=== Your instructions ===
For the records that follow, please set down exactly the lines between the one holding "pressure column is" and the one holding "few points to", inclusive, and only those.
------ Source data
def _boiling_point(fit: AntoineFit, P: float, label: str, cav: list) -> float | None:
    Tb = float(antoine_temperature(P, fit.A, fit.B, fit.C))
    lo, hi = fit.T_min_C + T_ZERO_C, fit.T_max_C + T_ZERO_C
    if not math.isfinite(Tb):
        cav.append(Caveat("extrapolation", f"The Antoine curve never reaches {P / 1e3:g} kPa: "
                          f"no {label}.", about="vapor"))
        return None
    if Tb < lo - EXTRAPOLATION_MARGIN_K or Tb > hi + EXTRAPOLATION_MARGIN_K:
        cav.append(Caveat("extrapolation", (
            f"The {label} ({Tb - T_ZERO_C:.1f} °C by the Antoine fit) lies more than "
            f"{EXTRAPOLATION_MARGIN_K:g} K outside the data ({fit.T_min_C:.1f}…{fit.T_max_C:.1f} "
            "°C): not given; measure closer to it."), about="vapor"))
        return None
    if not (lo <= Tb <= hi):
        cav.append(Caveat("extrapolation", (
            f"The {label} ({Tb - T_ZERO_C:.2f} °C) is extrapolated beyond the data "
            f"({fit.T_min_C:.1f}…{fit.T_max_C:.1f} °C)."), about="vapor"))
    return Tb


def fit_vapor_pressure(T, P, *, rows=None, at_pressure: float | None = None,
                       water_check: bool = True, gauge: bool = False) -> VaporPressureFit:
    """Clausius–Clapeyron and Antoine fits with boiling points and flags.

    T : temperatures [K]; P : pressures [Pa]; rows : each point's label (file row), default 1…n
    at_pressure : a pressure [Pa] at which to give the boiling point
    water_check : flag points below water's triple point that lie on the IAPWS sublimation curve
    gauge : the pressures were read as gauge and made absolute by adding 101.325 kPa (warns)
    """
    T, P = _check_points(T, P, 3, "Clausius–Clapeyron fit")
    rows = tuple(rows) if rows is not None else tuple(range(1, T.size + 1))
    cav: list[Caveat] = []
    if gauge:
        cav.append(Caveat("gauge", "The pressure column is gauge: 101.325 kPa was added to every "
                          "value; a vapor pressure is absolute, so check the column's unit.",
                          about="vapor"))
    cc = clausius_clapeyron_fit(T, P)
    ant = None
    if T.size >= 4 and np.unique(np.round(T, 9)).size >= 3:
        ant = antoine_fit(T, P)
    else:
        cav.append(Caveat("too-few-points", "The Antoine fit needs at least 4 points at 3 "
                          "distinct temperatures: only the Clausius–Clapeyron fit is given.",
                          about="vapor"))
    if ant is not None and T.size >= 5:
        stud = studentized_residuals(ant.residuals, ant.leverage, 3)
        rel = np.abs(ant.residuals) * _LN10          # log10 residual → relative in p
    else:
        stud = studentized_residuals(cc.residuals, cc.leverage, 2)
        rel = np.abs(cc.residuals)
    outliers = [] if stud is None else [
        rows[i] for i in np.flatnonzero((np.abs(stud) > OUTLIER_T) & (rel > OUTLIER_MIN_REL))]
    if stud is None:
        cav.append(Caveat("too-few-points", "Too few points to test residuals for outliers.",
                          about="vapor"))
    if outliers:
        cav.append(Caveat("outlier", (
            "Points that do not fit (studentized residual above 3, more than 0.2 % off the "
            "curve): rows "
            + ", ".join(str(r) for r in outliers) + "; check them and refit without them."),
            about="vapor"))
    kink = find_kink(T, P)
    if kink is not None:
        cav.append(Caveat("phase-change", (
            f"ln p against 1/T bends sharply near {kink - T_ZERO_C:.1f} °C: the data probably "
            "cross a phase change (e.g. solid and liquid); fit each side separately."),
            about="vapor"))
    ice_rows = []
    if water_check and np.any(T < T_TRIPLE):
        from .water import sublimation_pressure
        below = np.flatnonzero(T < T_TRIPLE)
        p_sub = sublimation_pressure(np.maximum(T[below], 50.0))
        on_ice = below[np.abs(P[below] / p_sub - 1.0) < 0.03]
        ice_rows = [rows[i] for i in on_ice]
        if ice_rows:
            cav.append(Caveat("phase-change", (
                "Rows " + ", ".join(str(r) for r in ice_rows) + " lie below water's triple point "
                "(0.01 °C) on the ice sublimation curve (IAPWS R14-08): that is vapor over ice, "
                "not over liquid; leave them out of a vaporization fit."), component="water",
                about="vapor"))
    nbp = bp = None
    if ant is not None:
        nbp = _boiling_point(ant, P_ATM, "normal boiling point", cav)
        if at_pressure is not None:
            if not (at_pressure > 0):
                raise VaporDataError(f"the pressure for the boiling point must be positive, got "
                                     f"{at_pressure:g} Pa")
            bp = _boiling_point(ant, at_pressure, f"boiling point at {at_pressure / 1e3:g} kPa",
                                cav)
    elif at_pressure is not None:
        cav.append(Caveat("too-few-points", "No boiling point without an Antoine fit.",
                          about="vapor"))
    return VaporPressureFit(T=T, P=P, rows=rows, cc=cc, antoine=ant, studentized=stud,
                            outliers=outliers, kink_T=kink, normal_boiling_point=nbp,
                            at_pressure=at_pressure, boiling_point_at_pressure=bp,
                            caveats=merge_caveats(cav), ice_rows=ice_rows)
------------
=== Solution for this task ===
        cav.append(Caveat("gauge", "The pressure column is gauge: 101.325 kPa was added to every "
                          "value; a vapor pressure is absolute, so check the column's unit.",
                          about="vapor"))
    cc = clausius_clapeyron_fit(T, P)
    ant = None
    if T.size >= 4 and np.unique(np.round(T, 9)).size >= 3:
        ant = antoine_fit(T, P)
    else:
        cav.append(Caveat("too-few-points", "The Antoine fit needs at least 4 points at 3 "
                          "distinct temperatures: only the Clausius–Clapeyron fit is given.",
                          about="vapor"))
    if ant is not None and T.size >= 5:
        stud = studentized_residuals(ant.residuals, ant.leverage, 3)
        rel = np.abs(ant.residuals) * _LN10          # log10 residual → relative in p
    else:
        stud = studentized_residuals(cc.residuals, cc.leverage, 2)
        rel = np.abs(cc.residuals)
    outliers = [] if stud is None else [
        rows[i] for i in np.flatnonzero((np.abs(stud) > OUTLIER_T) & (rel > OUTLIER_MIN_REL))]
    if stud is None:
        cav.append(Caveat("too-few-points", "Too few points to test residuals for outliers.",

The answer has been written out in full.